Child care is regulated differently state by state but the average cost of care in the U.S. varies between $9,000 and $9,600, according to Child Care Aware America. 

Child care costs in Montgomery County are among the highest in Maryland, according to the Maryland

And as a percentage of median income for families of four, the cost of child care in Maryland is just as high.

‘It’s An Expensive Business’

Child care providers say the cost of staying in business is high, and they have to pass that costs on to customers.

“The expectation of the equipment, supplies, materials that we have in the classroom and that we have to restock and resupply. And then just regular upkeep, maintenance. And then the menu. That also factors into it,” says KidStop director Sylvia Moreo, speaking about her center’s expenses. “We offer all meals and snacks, and of course we want to offer the best fresh and whole foods. It’s expensive.”

“It was a windowless basement.
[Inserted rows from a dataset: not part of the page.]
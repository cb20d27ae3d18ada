/** PDF bookmarks (document outline): one entry per page, built from low-level pdf-lib objects. */
import { PDFHexString, PDFName } from 'pdf-lib';
import type { PDFDocument, PDFRef } from 'pdf-lib';

/** Adds a flat outline whose i-th entry opens page i (whole page in view). */
export function addOutline(doc: PDFDocument, titles: readonly string[]): void {
  const pages = doc.getPages();
  if (titles.length !== pages.length) {
    throw new RangeError(`the outline has ${titles.length} titles for ${pages.length} pages; give one title per page`);
  }
  if (titles.length === 0) return;
  const { context } = doc;
  const outlineRef = context.nextRef();
  const itemRefs: PDFRef[] = titles.map(() => context.nextRef());
  titles.forEach((title, i) => {
    const item = context.obj({});
    item.set(PDFName.of('Title'), PDFHexString.fromText(title));
    item.set(PDFName.of('Parent'), outlineRef);
    item.set(PDFName.of('Dest'), context.obj([pages[i].ref, PDFName.of('Fit')]));
    if (i > 0) item.set(PDFName.of('Prev'), itemRefs[i - 1]);
    if (i < titles.length - 1) item.set(PDFName.of('Next'), itemRefs[i + 1]);
    context.assign(itemRefs[i], item);
  });
  const outline = context.obj({ Type: 'Outlines', Count: titles.length });
  outline.set(PDFName.of('First'), itemRefs[0]);
  outline.set(PDFName.of('Last'), itemRefs[itemRefs.length - 1]);
  context.assign(outlineRef, outline);
  doc.catalog.set(PDFName.of('Outlines'), outlineRef);
  doc.catalog.set(PDFName.of('PageMode'), PDFName.of('UseOutlines'));
}
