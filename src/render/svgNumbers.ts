/** Number formatting shared by the SVG writers. */

/** Fixed precision for mm values (3 decimals = 1 µm) so snapshots are stable. */
export function num(value: number): string {
  const fixed = Number(value.toFixed(3));
  return Object.is(fixed, -0) ? '0' : String(fixed);
}
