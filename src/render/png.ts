/**
 * Scene → PNG through resvg, from the SVG renderer's output. Only our two TTFs are loaded (no system
 * fonts), so the raster is the same on every machine and text is set in the measured font.
 */
import { Resvg } from '@resvg/resvg-js';
import { FONT_FAMILY, FONT_FILES } from '../scene/fonts.ts';
import type { Scene } from '../scene/types.ts';
import { renderSvg } from './svg.ts';

const MM_PER_IN = 25.4;

/** Rasterises an SVG document to a PNG `widthPx` pixels wide on a white background. */
export function rasteriseSvg(svg: string, args: { widthPx: number }): Uint8Array {
  const resvg = new Resvg(svg, {
    fitTo: { mode: 'width', value: args.widthPx },
    font: { fontFiles: [FONT_FILES.regular, FONT_FILES.bold], loadSystemFonts: false, defaultFontFamily: FONT_FAMILY },
    background: '#ffffff',
  });
  return new Uint8Array(resvg.render().asPng());
}

/** A PNG of the scene at `dpi` dots per inch (width = media width in inches × dpi, rounded). */
export function renderPng(scene: Scene, opts: { dpi: number }): Uint8Array {
  if (!(opts.dpi > 0)) throw new RangeError(`PNG resolution must be a positive number of dpi, found ${opts.dpi}`);
  return rasteriseSvg(renderSvg(scene), { widthPx: Math.round((scene.widthMm / MM_PER_IN) * opts.dpi) });
}
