/** Errors the renderers raise; the caller (a sheet or the build) adds file and field to the message. */
import { unsupportedCharacters } from '../scene/text.ts';
import type { TextNode } from '../scene/types.ts';

/** A text run holds a character the embedded font has no glyph for. */
export class UnsupportedCharacterError extends Error {
  readonly character: string;
  readonly codePoint: string;
  readonly text: string;

  constructor(args: { character: string; text: string }) {
    const codePoint = `U+${(args.character.codePointAt(0) ?? 0).toString(16).toUpperCase().padStart(4, '0')}`;
    super(
      `the character "${args.character}" (${codePoint}) in the text "${args.text}" is not in the Source Sans 3 font; ` +
        'replace it with a Latin, Greek or Cyrillic character or spell it out',
    );
    this.name = 'UnsupportedCharacterError';
    this.character = args.character;
    this.codePoint = codePoint;
    this.text = args.text;
  }
}

/** Throws UnsupportedCharacterError for the first character of the node the font cannot draw. */
export function assertDrawable(node: TextNode): void {
  const [missing] = unsupportedCharacters(node.text, node.weight);
  if (missing !== undefined) throw new UnsupportedCharacterError({ character: missing, text: node.text });
}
It had nine kids with one caretaker… We just didn’t get the confidence that it was a safe place.”

Moreno says the biggest expense is the staff. Salaries take up about 60 percent of the budget. And a large staff is non-negotiable. Maryland state law says one adult can’t look after more than three infants. But that doesn’t mean child care workers are well-paid. The average annual salary for a child care center teacher in Maryland is $25,203, according to the Maryland Family Network. 
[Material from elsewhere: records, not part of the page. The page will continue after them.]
/**
 * A text node drawn as its glyph outlines (one path) for rasterising: same font, same shaping and
 * the same anchor, rotation and colour as the <text> element, but nothing left for the rasteriser
 * to lay out. The SVG downloads keep real <text> so their text stays selectable.
 */
import { textOutline } from '../scene/glyphOutlines.ts';
import { MM_PER_PT } from '../scene/text.ts';
import type { TextNode } from '../scene/types.ts';
import { num } from './svgNumbers.ts';

// mm per font unit is about 0.004 at 10 pt, so num()'s 3 decimals would be far too coarse for the
// scale: 9 decimals keep a 400 mm run within 1 µm.
const scaleText = (mmPerUnit: number): string => String(Number(mmPerUnit.toFixed(9)));

/** Path data (font units) and the transform that places it on the page (mm), or undefined for no ink. */
export function outlinedText(node: TextNode): { d: string; transform: string } | undefined {
  const outline = textOutline(node);
  if (outline.d === '') return undefined;
  const mmPerUnit = (node.sizePt * MM_PER_PT) / outline.unitsPerEm;
  // Distance along the baseline from the anchor to the start of the run, from the scene's measured
  // width (the same width textBox() and the PDF use).
  const startOffsetMm = node.anchor === 'start' ? 0 : node.anchor === 'middle' ? -node.widthMm / 2 : -node.widthMm;
  // Rotated 90° counter-clockwise on paper: the baseline runs up the page (−y), as SVG's rotate(-90).
  const place = node.rotateDeg === 90 ? `translate(${num(node.x)} ${num(node.y - startOffsetMm)}) rotate(-90)` : `translate(${num(node.x + startOffsetMm)} ${num(node.y)})`;
  return { d: outline.d, transform: `${place} scale(${scaleText(mmPerUnit)})` };
}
Kristina has found cheaper home-based options for care, but decided they weren’t the right fit. A friend recommended one that charged only $200 a week.

“It was a windowless basement. It had nine kids with one caretaker,” she says. “There were two infants and the rest were older children. But we just didn’t get the confidence that it was a safe place.”

Kristina also considered sharing a nanny with other parents, but she worried about trying to match schedules and making sure others wouldn’t drop out.

Lawmakers Put Child Care Costs On The Ballot

Concerns about unaffordable child care aren’t limited to this region, though the high cost of living here can make the situation more dire for parents. Some presidential candidates have put forward plans for affordable child care. And lawmakers have passed legislation aimed at cutting costs over the years.

D.C., for instance, has free full-day pre-kindergarten for three- and four-year-olds. For low-income families, programs like Head Start can offset costs. But Dobbins says there’s still a lack of support for middle-income families.

And multiple researchers say these high costs have an adverse effect on the overall economy, particularly when parents choose to leave the workforce.

“In Maryland, in particular, we know that it is about $2.4 billion dollars that businesses lose when parents are absent because of child care crises.”

“The impact on the entire country in terms of our economics is $57 billion dollars in losses,” Dobbins says. “And in Maryland, in particular, we know that it is about $2.4 billion dollars that businesses lose when parents are absent because of child care crises.”

Child care advocates are hopeful things will get easier. In Maryland lawmakers recently raised the threshold for child care subsidies so now a family of four making about $71,525 a year can receive support. There’s also a lively debate in Montgomery County about expanding pre-kindergarten programs.

But for families like Kristina and Jason Salguero the clock is ticking. They are making major life-changing decisions about the size of their family. And those choices hinge on the cost of child care.